> **Work task**
Write out exactly the lines below that run from the one containing "of their own." through the one containing "than 5 % away.", both included, with no other lines.

(Stored data)
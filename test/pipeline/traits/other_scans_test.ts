import { deepEqual, equal, ok } from "node:assert/strict";
import betaCdf from "@stdlib/stats-base-dists-beta-cdf";
import { type GuideInputs, matchingPeriod, predictGuide } from "../../../models/decision/mod.ts";
import { tellingScan } from "../../../models/decision/other_scan.ts";
import { mismatch, mismatchOverTemperature } from "../../../models/guides/mod.ts";
import { phaseMatchingTemperatures } from "../../../models/poling/mod.ts";
import { resolveGuide } from "../../../pipeline/traits/guide_traits.ts";
import { TraitPools } from "../../../pipeline/traits/pools.ts";
import type { TraitRow } from "../../../pipeline/traits/trait_row.ts";
import { platformSchema } from "../../../shared/schemas/platform.ts";
import { randomFrom } from "../../../shared/random.ts";
import { mean } from "../../../shared/statistics.ts";
import { assertClose } from "../../assert_close.ts";
import { request } from "../../models/decision/a_guide.ts";
import { doubling, solvedPlatform } from "../../models/decision/solved_guide.ts";
import { guideRecord, HERE, lotDesign, PLATFORM, SAME_DIE, SAME_LOT, SAME_WAFER, traitRow } from "./a_lot.ts";

const scan = (unit: string, value: number, process: string, nm = 1582, over: Partial<TraitRow> = {}) =>
  traitRow("mismatch_offset_per_m", unit, value, { wavelength_nm: nm, process, u: 10, ...over });
const TYPE_ZERO = "TM>TM+TM";
const asked = request({
  process: "second-harmonic",
  polarisations: { pump: "TE", signal: "TE", idler: "TM" },
  signal: { wavelength_nm: 1582, average_power_mw: 10 },
});
const withDefaults = (defaults: object, priors: object = {}) =>
  platformSchema.parse({
    ...PLATFORM,
    defaults: { ...PLATFORM.defaults, width_error_um: { value: 0, u: 0.1 }, ...defaults },
    priors: { ...PLATFORM.priors, ...priors },
  });
const OFFSET = { mismatch_offset_per_m: { value: 0, u: 2000 } };
const PRIORS = {
  mismatch_offset_per_m: { lot_sd: 2000, wafer_sd: 40, die_sd: 30, guide_sd: 30 },
  width_error_um: { lot_sd: 0.06, wafer_sd: 0.03, die_sd: 0.03, guide_sd: 0.05 },
};
const resolve = (rows: readonly TraitRow[], platform = withDefaults({}), guide = HERE, of = asked) =>
  resolveGuide(new TraitPools(platform, lotDesign(), rows), new Map(), guide, of, null);

Deno.test("a scan of another process is compared with the calculation where the platform doesn't say how far that is off", () => {
  const { inputs, roles } = resolve([scan(HERE.guide_id, 300, TYPE_ZERO)]);
  const [other] = inputs.otherScans!;
  deepEqual([other!.offset.value, other!.offset.u, other!.expected, other!.read], [300, 10, {
    value: 0,
    u: 0,
  }, 0]);
  deepEqual(other!.shares, { width_um: { felt: 1, own: 1 } });
  deepEqual([other!.waves.polP, other!.waves.polS, other!.waves.polI], ["TM", "TM", "TM"]);
  assertClose(other!.waves.lambdaP, 791e-9, { rel: 1e-12 });
  equal(inputs.offset, null);
  const told = roles.filter((r) => r.role === "phase_matching" && r.trait.includes("offset"));
  deepEqual(told.map((r) => [r.trait, r.used, r.basis, r.wavelength_nm]), [
    ["TM>TM+TM mismatch_offset_per_m", [0], "measured", 1582],
  ]);
  ok(told[0]!.note!.includes("cross-section"));
});

Deno.test("a guide whose own process was scanned, or that was not scanned, hears of no other", () => {
  const both = [scan(HERE.guide_id, 300, TYPE_ZERO), scan(HERE.guide_id, 20, "TE>TE+TM", 1600)];
  equal(resolve(both).inputs.otherScans, undefined);
  equal(resolve([scan(SAME_DIE.guide_id, 300, TYPE_ZERO)]).inputs.otherScans, undefined);
  // The same polarisations beyond ±5 % are another process.
  const far = resolve([scan(HERE.guide_id, 20, "TE>TE+TM", 1700), scan(HERE.guide_id, 21, "TE>TE+TM", 1750)]);
  deepEqual(far.inputs.otherScans!.map((s) => s.offset.value), [20]);
});

Deno.test("what is expected comes from scans of the process on other guides, never from the guide's own", () => {
  const platform = withDefaults(OFFSET, PRIORS);
  const others = [scan(SAME_DIE.guide_id, 1000, TYPE_ZERO), scan(SAME_WAFER.guide_id, 1010, TYPE_ZERO)];
  const at = (own: number) => resolve([...others, scan(HERE.guide_id, own, TYPE_ZERO)], platform);
  const [near, far] = [at(1005), at(5000)];
  const [a, b] = [near.inputs.otherScans![0]!, far.inputs.otherScans![0]!];
  deepEqual(a.expected, b.expected);
  assertClose(a.expected.value, 1004, { abs: 6 });
  ok(a.expected.u > 20 && a.expected.u < 120, `${a.expected.u}`);
  ok(a.read > 0.99);
  // Most of a width error is common to the guides of a die or wafer: the others' scans hold that.
  const { felt, own } = a.shares.width_um!;
  ok(felt > 0.2 && felt < 0.6 && own === felt, `${felt}, ${own}`);
  const expected = near.roles.find((r) => r.trait === "TM>TM+TM expected_offset_per_m")!;
  deepEqual([expected.value, expected.basis, expected.used], [a.expected.value, "die", [0]]);
  // Nobody else was scanned: all is told, but the platform's doubt hides it.
  const alone = resolve([scan(HERE.guide_id, 900, TYPE_ZERO)], platform).inputs.otherScans![0]!;
  deepEqual([alone.expected, alone.shares.width_um], [{ ...alone.expected, value: 0, u: 2000 }, {
    felt: 1,
    own: 1,
  }]);
  // Farther guides have less in common with it.
  const shareWith = (guide: typeof HERE) =>
    resolve([scan(guide.guide_id, 1000, TYPE_ZERO), scan(HERE.guide_id, 900, TYPE_ZERO)], platform)
      .inputs.otherScans![0]!.shares.width_um!.felt;
  const [die, wafer, lot] = [SAME_DIE, SAME_WAFER, SAME_LOT].map(shareWith);
  ok(die! < wafer! && wafer! < lot! && lot! < 1, `${die} ${wafer} ${lot}`);
});

Deno.test("scans of the asked process on other guides hold what these have in common with the guide, too", () => {
  const rows = [scan(HERE.guide_id, 300, TYPE_ZERO), scan(SAME_DIE.guide_id, 20, "TE>TE+TM")];
  const { felt, own } = resolve(rows, withDefaults(OFFSET, PRIORS)).inputs.otherScans![0]!.shares.width_um!;
  equal(felt, 1);
  ok(own > 0.2 && own < 0.6, `${own}`);
});

Deno.test("over simulated lots the width that a scan tells covers the true one, and would not if what is common were told twice", () => {
  const platform = withDefaults(OFFSET, PRIORS);
  const [S, uScan] = [4000, 10];
  const { width_error_um: w, mismatch_offset_per_m: m } = PRIORS;
  let [covered, naive, all] = [0, 0, 0];
  const ratios: number[] = [];
  for (let lot = 0; lot < 40; lot++) {
    const random = randomFrom(`lot ${lot}`);
    const normal = (sd: number) => sd * random.normal();
    const common = { w: normal(w.lot_sd) + normal(w.wafer_sd), m: normal(m.lot_sd) + normal(m.wafer_sd) };
    const guides = Array.from({ length: 4 }, (_, d) => {
      const die = { w: normal(w.die_sd), m: normal(m.die_sd) };
      return Array.from({ length: 2 }, (_, g) => ({
        ...guideRecord(`A-1/0${d}/g${g}`),
        q: common.w + die.w + normal(w.guide_sd),
        c: common.m + die.m + normal(m.guide_sd),
      }));
    }).flat();
    const rows = guides.map(({ guide_id, q, c }) =>
      scan(guide_id, c + S * q + normal(uScan), TYPE_ZERO, 1582, {
        u: uScan,
        u_pooled: Math.hypot(uScan, S * 0.1),
      })
    );
    const pools = new TraitPools(platform, lotDesign({}, guides), rows);
    for (const { q, ...guide } of guides.slice(0, 4)) {
      const { inputs } = resolveGuide(pools, new Map(), guide, asked, null);
      const inside = (otherScans: GuideInputs["otherScans"]) => {
        const from = { geometryErrors: inputs.geometryErrors, otherScans: otherScans! };
        const told = tellingScan(from, () => ({ slope: () => S, bend: () => 0 }))!;
        const u = inputs.geometryErrors[0]!.trait.u;
        const [G, weight] = [told.gain("width_um"), told.weight("width_um")];
        const left = u * Math.sqrt(1 - G * weight);
        return { left: left / u, inside: Math.abs(q - G * told.surprise) <= 1.96 * left };
      };
      const [as, twice] = [
        inside(inputs.otherScans),
        inside(inputs.otherScans!.map((s) => ({ ...s, shares: {} }))),
      ];
      all++;
      covered += as.inside ? 1 : 0;
      naive += twice.inside ? 1 : 0;
      ratios.push(as.left);
    }
  }
  // P(at most so many | p = 0.95) by the beta function. More is no harm: neighbours' width errors count as noise of their own.
  const atMost = (n: number) => n === all ? 1 : 1 - betaCdf(0.95, n + 1, all - n);
  ok(atMost(covered) > 0.005, `${covered} of ${all} covered`);
  ok(atMost(naive) < 1e-6, `${naive} of ${all} covered without shares`);
  ok(mean(ratios) < 0.95, `${mean(ratios)}`);
});

Deno.test("a guide's temperature follows its scan of another process to what its width would make of it", () => {
  // Type 0 at 1550 nm by a scan at 1650 nm, which is more than 5 % away.
  const [here, there] = [doubling(1550, "TM"), doubling(1650, "TM")];
  const width = 7;
  const { model } = solvedPlatform("ti-ln-zcut", width, [here, there]);
  const geometry = { width_um: width };
  const period = matchingPeriod(model, { waves: here, geometry, temperatureC: 60 });
  const guide = guideRecord(HERE.guide_id, { width_um: width, period_um: 1e6 * period });
  const checked = request({
    process: "second-harmonic",
    polarisations: { pump: "TM", signal: "TM", idler: "TM" },
    signal: { wavelength_nm: 1550, average_power_mw: 10 },
    oven_c: [16, 129],
  });
  // A scan at 30 °C reads so much more where the guide is so much wider than it is taken to be.
  const wider = 0.15;
  const made = { width_um: width + wider };
  const value = mismatch(model.index, there, 30, made) - mismatch(model.index, there, 30, geometry);
  const predicted = (rows: readonly TraitRow[]) => {
    const { inputs } = resolve(rows, withDefaults({}), guide, checked);
    const { figures, remarks } = predictGuide(model, checked, inputs, { recorded: null });
    return { remarks, T: figures.find((f) => f.figure === "operating_temperature_c")! };
  };
  const plain = predicted([]);
  const told = predicted([scan(HERE.guide_id, value, TYPE_ZERO, 1650, { u: 60 })]);
  const bare = mismatchOverTemperature(model.index, here, made);
  const vector = (t: number) => 2 * Math.PI / (period * model.expansion(t));
  const [T] = phaseMatchingTemperatures(bare, vector, [16, 129]).roots;
  ok(
    Math.abs(plain.T.mean! - T!) > 10 * Math.abs(told.T.mean! - T!),
    `${plain.T.mean}, ${told.T.mean}, ${T}`,
  );
  ok(
    told.T.u! < 0.4 * plain.T.u! && Math.abs(told.T.mean! - T!) < 2 * told.T.u!,
    `${told.T.u}, ${plain.T.u}`,
  );
  assertClose(told.T.uLinear!, told.T.u!, { rel: 0.1 });
  ok(told.remarks.some((r) => r.startsWith("other_scan: the guide's scan of TM>TM+TM at 1650.0 nm acts")));
  ok(plain.remarks.every((r) => !r.startsWith("other_scan")));
});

> **Completed task**
  // P(at most so many | p = 0.95) by the beta function. More is no harm: neighbours' width errors count as noise of their own.
  const atMost = (n: number) => n === all ? 1 : 1 - betaCdf(0.95, n + 1, all - n);
  ok(atMost(covered) > 0.005, `${covered} of ${all} covered`);
  ok(atMost(naive) < 1e-6, `${naive} of ${all} covered without shares`);
  ok(mean(ratios) < 0.95, `${mean(ratios)}`);
});

Deno.test("a guide's temperature follows its scan of another process to what its width would make of it", () => {
  // Type 0 at 1550 nm by a scan at 1650 nm, which is more than 5 % away.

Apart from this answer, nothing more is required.